WHAT YOU HAVE TO DO: Copy out the entire listing, keeping each line exactly as it is.

*****

@pytest.mark.parametrize("call, argument, message", [
    (lambda: pw.enclosing_circle(TRIANGLE, seed=-1), "seed", "seed must be an integer from 0 to 2**64 - 1; got -1"),
    (lambda: pw.enclosing_circle(TRIANGLE, seed=np.int64(-3)), "seed", "got -3"),
    (lambda: pw.enclosing_circle(TRIANGLE, seed=2**64), "seed", "got 18446744073709551616"),
    (lambda: pw.enclosing_circle(TRIANGLE, seed=1.5), "seed", "got 1.5"),
    (lambda: pw.enclosing_circle(TRIANGLE, groups=[0, 0, 0], seed=-1), "seed", "got -1"),
    (lambda: pw.enclosing_ellipse(TRIANGLE, tol=float("nan")), "tol", "tol must be > 0 and < 1; got nan"),
    (lambda: pw.enclosing_ellipse(TRIANGLE, tol=np.float64("nan")), "tol", "got nan"),
    (lambda: pw.enclosing_ellipse(TRIANGLE, tol="a"), "tol", "tol must be a number (> 0 and < 1); got 'a' (str)"),
    (lambda: pw.enclosing_ellipse(TRIANGLE, tol=0), "tol", "got 0"),
    (lambda: pw.enclosing_ellipse(TRIANGLE, groups=[1, 1, 1], tol=1.0), "tol", "got 1.0"),
])
def test_number_arguments_are_input_errors_naming_the_argument(call, argument: str, message: str) -> None:
    with pytest.raises(pw.InputError) as info:
        call()
    assert info.value.argument == argument
    assert message in str(info.value)
    assert "np." not in str(info.value)


def test_seed_accepts_any_integer_type_and_gives_the_same_circle() -> None:
    pts = np.random.default_rng(3).normal(size=(500, 2))
    a = pw.enclosing_circle(pts, seed=7)
    b = pw.enclosing_circle(pts, seed=np.uint64(7))
    assert a.center.tolist() == b.center.tolist() and a.radius == b.radius
    assert pw.enclosing_circle(pts, seed=2**64 - 1).radius == pytest.approx(a.radius, rel=1e-14)


# --- properties (hypothesis) --------------------------------------------------------------

coords = st.floats(-1e3, 1e3, allow_nan=False, allow_infinity=False)
point_sets = arrays(np.float64, st.tuples(st.integers(1, 40), st.just(2)), elements=coords)
general_sets = arrays(np.float64, st.tuples(st.integers(3, 40), st.just(2)),
                      elements=st.floats(-1e3, 1e3, allow_nan=False, allow_infinity=False, width=32))
weights_for = st.floats(0.05, 20.0)


@given(point_sets, st.randoms(use_true_random=False))
def test_circle_property_cover_boundary_order_and_equivariance(pts: np.ndarray, rnd) -> None:
    c = pw.enclosing_circle(pts)
    scale = max(c.radius, 1e-300)
    assert np.all(np.hypot(*(pts - c.center).T) <= c.radius * COVER + 1e-300)
    for s in c.support:
        assert abs(np.hypot(*(pts[s] - c.center)) - c.radius) <= 1e-9 * max(scale, 1.0)
    perm = list(range(len(pts)))
    rnd.shuffle(perm)
    assert pw.enclosing_circle(pts[perm]).radius == pytest.approx(c.radius, rel=1e-9, abs=1e-9)
    t, shift, k = rnd.uniform(0, 6.3), np.array([rnd.uniform(-1e4, 1e4), rnd.uniform(-1e4, 1e4)]), rnd.uniform(0.1, 10)
    moved = pw.enclosing_circle(k * pts @ rotation(t).T + shift)
    assert moved.radius == pytest.approx(k * c.radius, rel=1e-9, abs=1e-8)
    assert np.allclose(moved.center, k * rotation(t) @ c.center + shift, atol=1e-8 * (1 + k * c.radius))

*****

ANSWER TO THIS EXERCISE:
@pytest.mark.parametrize("call, argument, message", [
    (lambda: pw.enclosing_circle(TRIANGLE, seed=-1), "seed", "seed must be an integer from 0 to 2**64 - 1; got -1"),
    (lambda: pw.enclosing_circle(TRIANGLE, seed=np.int64(-3)), "seed", "got -3"),
    (lambda: pw.enclosing_circle(TRIANGLE, seed=2**64), "seed", "got 18446744073709551616"),
    (lambda: pw.enclosing_circle(TRIANGLE, seed=1.5), "seed", "got 1.5"),
    (lambda: pw.enclosing_circle(TRIANGLE, groups=[0, 0, 0], seed=-1), "seed", "got -1"),
    (lambda: pw.enclosing_ellipse(TRIANGLE, tol=float("nan")), "tol", "tol must be > 0 and < 1; got nan"),
    (lambda: pw.enclosing_ellipse(TRIANGLE, tol=np.float64("nan")), "tol", "got nan"),
    (lambda: pw.enclosing_ellipse(TRIANGLE, tol="a"), "tol", "tol must be a number (> 0 and < 1); got 'a' (str)"),
    (lambda: pw.enclosing_ellipse(TRIANGLE, tol=0), "tol", "got 0"),
    (lambda: pw.enclosing_ellipse(TRIANGLE, groups=[1, 1, 1], tol=1.0), "tol", "got 1.0"),
])
def test_number_arguments_are_input_errors_naming_the_argument(call, argument: str, message: str) -> None:
    with pytest.raises(pw.InputError) as info:
        call()
    assert info.value.argument == argument
    assert message in str(info.value)
    assert "np." not in str(info.value)


def test_seed_accepts_any_integer_type_and_gives_the_same_circle() -> None:
    pts = np.random.default_rng(3).normal(size=(500, 2))
    a = pw.enclosing_circle(pts, seed=7)
    b = pw.enclosing_circle(pts, seed=np.uint64(7))
    assert a.center.tolist() == b.center.tolist() and a.radius == b.radius
    assert pw.enclosing_circle(pts, seed=2**64 - 1).radius == pytest.approx(a.radius, rel=1e-14)


# --- properties (hypothesis) --------------------------------------------------------------

coords = st.floats(-1e3, 1e3, allow_nan=False, allow_infinity=False)
point_sets = arrays(np.float64, st.tuples(st.integers(1, 40), st.just(2)), elements=coords)
general_sets = arrays(np.float64, st.tuples(st.integers(3, 40), st.just(2)),
                      elements=st.floats(-1e3, 1e3, allow_nan=False, allow_infinity=False, width=32))
weights_for = st.floats(0.05, 20.0)


@given(point_sets, st.randoms(use_true_random=False))
def test_circle_property_cover_boundary_order_and_equivariance(pts: np.ndarray, rnd) -> None:
    c = pw.enclosing_circle(pts)
    scale = max(c.radius, 1e-300)
    assert np.all(np.hypot(*(pts - c.center).T) <= c.radius * COVER + 1e-300)
    for s in c.support:
        assert abs(np.hypot(*(pts[s] - c.center)) - c.radius) <= 1e-9 * max(scale, 1.0)
    perm = list(range(len(pts)))
    rnd.shuffle(perm)
    assert pw.enclosing_circle(pts[perm]).radius == pytest.approx(c.radius, rel=1e-9, abs=1e-9)
    t, shift, k = rnd.uniform(0, 6.3), np.array([rnd.uniform(-1e4, 1e4), rnd.uniform(-1e4, 1e4)]), rnd.uniform(0.1, 10)
    moved = pw.enclosing_circle(k * pts @ rotation(t).T + shift)
    assert moved.radius == pytest.approx(k * c.radius, rel=1e-9, abs=1e-8)
    assert np.allclose(moved.center, k * rotation(t) @ c.center + shift, atol=1e-8 * (1 + k * c.radius))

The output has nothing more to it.